# Scuds



## GeToChKn (Apr 15, 2011)

lol. Sorry, just usually everyone asks how to get rid of them and not wanting to get them. Not sure where I got mine or I'd tell you how to get them. lol. I believe it was Liam that said they can lay their eggs in a cyst like form so that they will get transferred on a plant and can stay a long time on a plant before hatching. Over feeding in a tank seems to bring them out and when they breed, they latch onto each other and swim around for a long time together. I see 2 scuds whiz by me when watching my tank. I have a little planted vase that I turkey baster them up in and put them in there.


----------



## jasonpatterson (Apr 15, 2011)

You can probably get some by posting the in the Swap n Shop on this forum. If not, you can order them as live food or from science supply warehouses (look for Gammarus, the genus of these things.) You can get them to breed in a tank with stable water conditions; they'll eat just about anything. I know that people feed them things like apple cores and the like but they'll also happily take fish food.


----------



## DesmondTheMoonBear (Dec 19, 2011)

They're everywhere in my local ponds, especially those with a low fish population.


----------



## Plantedshrimptank (Jan 18, 2011)

"What you talkin bout Will...Fish?"

Again my camera is not very good but the one picture with the shrimps has about 30 scuds there. I hate em! I feed the shrimps one pellet a week.


----------



## jasonpatterson (Apr 15, 2011)

DesmondTheMoonBear said:


> They're everywhere in my local ponds, especially those with a low fish population.
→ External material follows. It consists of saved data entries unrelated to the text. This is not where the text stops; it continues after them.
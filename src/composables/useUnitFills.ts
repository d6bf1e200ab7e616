import { computed } from 'vue'
import { unitFills, type Printing, type UnitFill } from '@shared/symbols/unit-fill'
import { useSheetStore } from '@/stores/sheet'

/** How the open sheet is printed, and its units' areas are filled: for everything that shows a unit beside the map. */
export function useUnitFills() {
  const sheet = useSheetStore()

  const printing = computed<Printing>(
    () => (void sheet.itemsVersion, sheet.ofKind('sheet-face')[0]?.properties.printing ?? 'colour'),
  )
  const fills = computed(() => (void sheet.itemsVersion, unitFills(sheet.ofKind('unit'), printing.value)))
  const fillOf = (unit: string): UnitFill => fills.value.get(unit) ?? {}

  return { printing, fillOf }
}
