import type { Box } from '../geometry/box'
import type { Millimetres, MM } from '../units'
import type { DisplayList, Mark } from './display-list'
import { flatten, mapPath } from './paths'
import { textCorners } from './text-box'

/** Marks drawn in a symbol's own frame, put in their place on the drawing. Text keeps upright: only its anchor moves. */
export const placeMarks = (marks: readonly Mark[], map: (point: MM) => MM): Mark[] =>
  marks.map((mark): Mark => {
    switch (mark.mark) {
      case 'stroke':
      case 'fill':
        return { ...mark, path: mapPath(mark.path, map) }
      case 'pattern':
        return { ...mark, path: mapPath(mark.path, map), anchor: map(mark.anchor) }
      case 'text':
        return { ...mark, at: map(mark.at) }
      case 'group':
        return {
          ...mark,
          ...(mark.clip ? { clip: mapPath(mark.clip, map) } : {}),
          marks: placeMarks(mark.marks, map),
        }
    }
  })

/** From a frame with x along a direction and y to its left to the drawing.
 *  @param direction unit vector on the drawing */
export const alongDirection =
  ([dx, dy]: MM, [x, y]: MM) =>
  ([along, left]: MM): MM => [x + along * dx - left * dy, y + along * dy + left * dx]

/** Outline points of all ink of a list, strokes by their middle line. */
export const inkPoints = (list: DisplayList): { points: MM[]; halfWidth: Millimetres }[] =>
  list.flatMap((mark) => {
    switch (mark.mark) {
      case 'stroke':
        return flatten(mark.path).map((points) => ({ points, halfWidth: mark.width / 2 }))
      case 'fill':
      case 'pattern':
        return flatten(mark.path).map((points) => ({ points, halfWidth: 0 }))
      case 'text': {
        const corners = textCorners(mark)
        return [{ points: [...corners, corners[0]], halfWidth: mark.halo ?? 0 }]
      }
      case 'group':
        return inkPoints(mark.marks)
    }
  })

/** The box that a list's ink fills, millimetres; undefined for an empty list. Clips are not counted. */
export function boundsOf(list: DisplayList): Box | undefined {
  let [left, bottom, right, top] = [Infinity, Infinity, -Infinity, -Infinity]
  for (const { points, halfWidth } of inkPoints(list)) {
    for (const [x, y] of points) {
      left = Math.min(left, x - halfWidth)
      right = Math.max(right, x + halfWidth)
      bottom = Math.min(bottom, y - halfWidth)
      top = Math.max(top, y + halfWidth)
    }
  }
  return left > right ? undefined : { x: left, y: bottom, width: right - left, height: top - bottom }
}
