import type { StationProperties } from '../items/points'
import { azimuthFigure } from '../structure/compass'
import { placeSymbolOf } from './draw-place'

/** A place in words: `Station 214`, `Mine adit, goes in toward 045°`. */
export function describePlace({
  type,
  name,
  azimuth,
}: Pick<StationProperties, 'type' | 'name' | 'azimuth'>): string {
  const { title, azimuth: meaning } = placeSymbolOf(type)
  const named = name === '' ? title : `${title} ${name}`
  if (meaning === undefined || azimuth === null) return named
  return `${named}, ${meaning.charAt(0).toLowerCase()}${meaning.slice(1)} ${azimuthFigure(azimuth)}°`
}
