import { describe, expect, it } from 'vitest'
import { emptyDraft, readDraft, type SheetDraft } from '@shared/sheets/sheet-draft'

const aDraft = (changes: Partial<SheetDraft> = {}): SheetDraft => ({
  ...emptyDraft(),
  number: 'MI-15',
  title: 'Tern Sound',
  degrees: { west: '35°52\'30" W', south: '47.625', east: "35°45' W", north: '47°43\'30" N' },
  scale: '1:24 000',
  ...changes,
})

describe('readDraft', () => {
  it('reads a whole draft without a sentence', () => {
    const read = readDraft(aDraft())
    expect(read.errors).toEqual({})
    expect(read.area).toEqual({ by: 'degrees', west: -35.875, south: 47.625, east: -35.75, north: 47.725 })
    expect(read.scale).toBe(24_000)
  })

  it.each([
    [{ west: '0', south: '51', east: '1', north: '52' }, 32631],
    [{ west: '-1', south: '-34', east: '-0.5', north: '-33' }, 32730],
    // South-west Norway belongs to zone 32 though its longitude lies in 31.
    [{ west: '4', south: '60', east: '5', north: '61' }, 32632],
  ])('proposes the UTM zone of the middle of %j', (degrees, srid) => {
    expect(readDraft(aDraft({ degrees }))).toMatchObject({ proposedSrid: srid, srid })
  })

  it('prefers the code that was typed, with or without its prefix', () => {
    expect(readDraft(aDraft({ srid: 'EPSG:25826' })).srid).toBe(25826)
    expect(readDraft(aDraft({ srid: ' 3413 ' })).srid).toBe(3413)
    expect(readDraft(aDraft({ srid: 'UTM 26N' })).errors.srid).toMatch(/EPSG code is a number/)
  })

  it('needs the grid of an area in metres', () => {
    const metres = { west: '284 000', south: '5 278 000', east: '294 000', north: '5 289 000' }
    const read = readDraft(aDraft({ areaBy: 'metres', metres }))
    expect(read.area).toMatchObject({ by: 'metres', west: 284_000, north: 5_289_000 })
    expect(read.srid).toBeUndefined()
    expect(read.errors.srid).toMatch(/EPSG code of the grid/)
  })

  it('says which edge is on the wrong side, at that edge', () => {
    const degrees = { west: '10', south: '50', east: '9', north: '49' }
    const { area, errors } = readDraft(aDraft({ degrees }))
    expect(area).toBeUndefined()
    expect(errors).toMatchObject({ east: /east of the western/, north: /north of the southern/ })
  })

  it('names every empty field', () => {
    expect(Object.keys(readDraft(emptyDraft()).errors).sort()).toEqual(
      ['east', 'north', 'number', 'scale', 'south', 'title', 'west'].sort(),
    )
  })

  it.each(['mi-15', 'MI 15', '-15', 'A'.repeat(21)])('refuses the number %s', (number) => {
    expect(readDraft(aDraft({ number })).errors.number).toMatch(/up to 20 capital letters/)
  })

  it('takes a named page, or the sides of one of one’s own', () => {
    expect(readDraft(aDraft({ page: 'A2 portrait' })).page).toEqual({ width: 420, height: 594 })
    const ownPage = { width: '700', height: '' }
    const own = readDraft(aDraft({ page: 'own', ownPage }))
    expect(own.page).toBeUndefined()
    expect(own.errors).toEqual({ height: 'Write the height of the page.' })
  })

  it('keeps sheets within the latitudes of UTM', () => {
    const degrees = { west: '10', south: '84', east: '11', north: '85' }
    expect(readDraft(aDraft({ degrees })).errors.north).toMatch(/80° S and 84° N/)
  })
})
Indeed, you can catch a bunch by scooping up some pond scum and putting it in a bucket. You'll get a hundred thousand other things too, so you then need to suck out the amphipods with a pipette or turkey baster. It helps to shake out the pond scum and pour off most of the water. They tend to swim for the bottom and you'll be left with a thin layer of water filled with various nymphs, copepods, ostracods, amphipods, snails, and worms of all sorts. It's always fun when a bucket comes up filled with leeches...

If you have a local fish store that sells plants, you can usually find a tank that is infested with them. Polite requests and/or a reasonable offer for buying their bugs usually works, especially if you're a regular.


----------



## 10gallonplanted (Oct 31, 2010)

Scuds are pure evil. I will never get rid of them, but my angels love them.

THEY EAT YO MOSS!


----------



## rbus (Jul 19, 2011)

Scuds are childs play compared to these bad boys they just discovered:

http://www.grindtv.com/outdoor/blog...+supergiant+crustaceans+made+off+new+zealand/


----------



## DesmondTheMoonBear (Dec 19, 2011)

rbus said:


> scuds are childs play compared to these bad boys they just discovered:
> 
> http://www.grindtv.com/outdoor/blog...+supergiant+crustaceans+made+off+new+zealand/


holy $#@%!


----------



## diwu13 (Sep 20, 2011)

rbus said:


> Scuds are childs play compared to these bad boys they just discovered:
> 
> http://www.grindtv.com/outdoor/blog...+supergiant+crustaceans+made+off+new+zealand/


That's kinda gross lol. Those are HUGE. Imagine trying to feed one of those to your fish :X


----------



## Sophie and Mom (Jan 16, 2012)

Not knowing what scuds were, I just did a google search--YUCK! Those things look like a cross between dog fleas and hair lice.

*shudder*


----------



## blacksheep998 (Jan 16, 2011)

GeToChKn said:


> I believe it was Liam that said they can lay their eggs in a cyst like form so that they will get transferred on a plant and can stay a long time on a plant before hatching.


I would believe that. I thought I'd managed to elliminate them from my CRS tank ages ago, I hadn't seen any in months. Then I started up a new tank for CRS, using only materials from the old tank, and they started popping up again.

I also use the turkey baster trick to catch them, it works pretty well. But mine go into my livebearer tank, where they don't last very long.


----------



## CT89 (Jul 3, 2013)

I'm also looking for scuds. I just posted in the WTB forum, actually. Let me know if any of you want to send scuds or know a source, please.


----------



## I3raven (Jan 30, 2013)

rbus said:


> Scuds are childs play compared to these bad boys they just discovered:
> 
> http://www.grindtv.com/outdoor/blog...+supergiant+crustaceans+made+off+new+zealand/


I almost fell out of my chair and threw up LOL!


----------



## mpkee007 (Jan 23, 2013)

scuds are always for sale it seems on aquabid if you can not find them here.


----------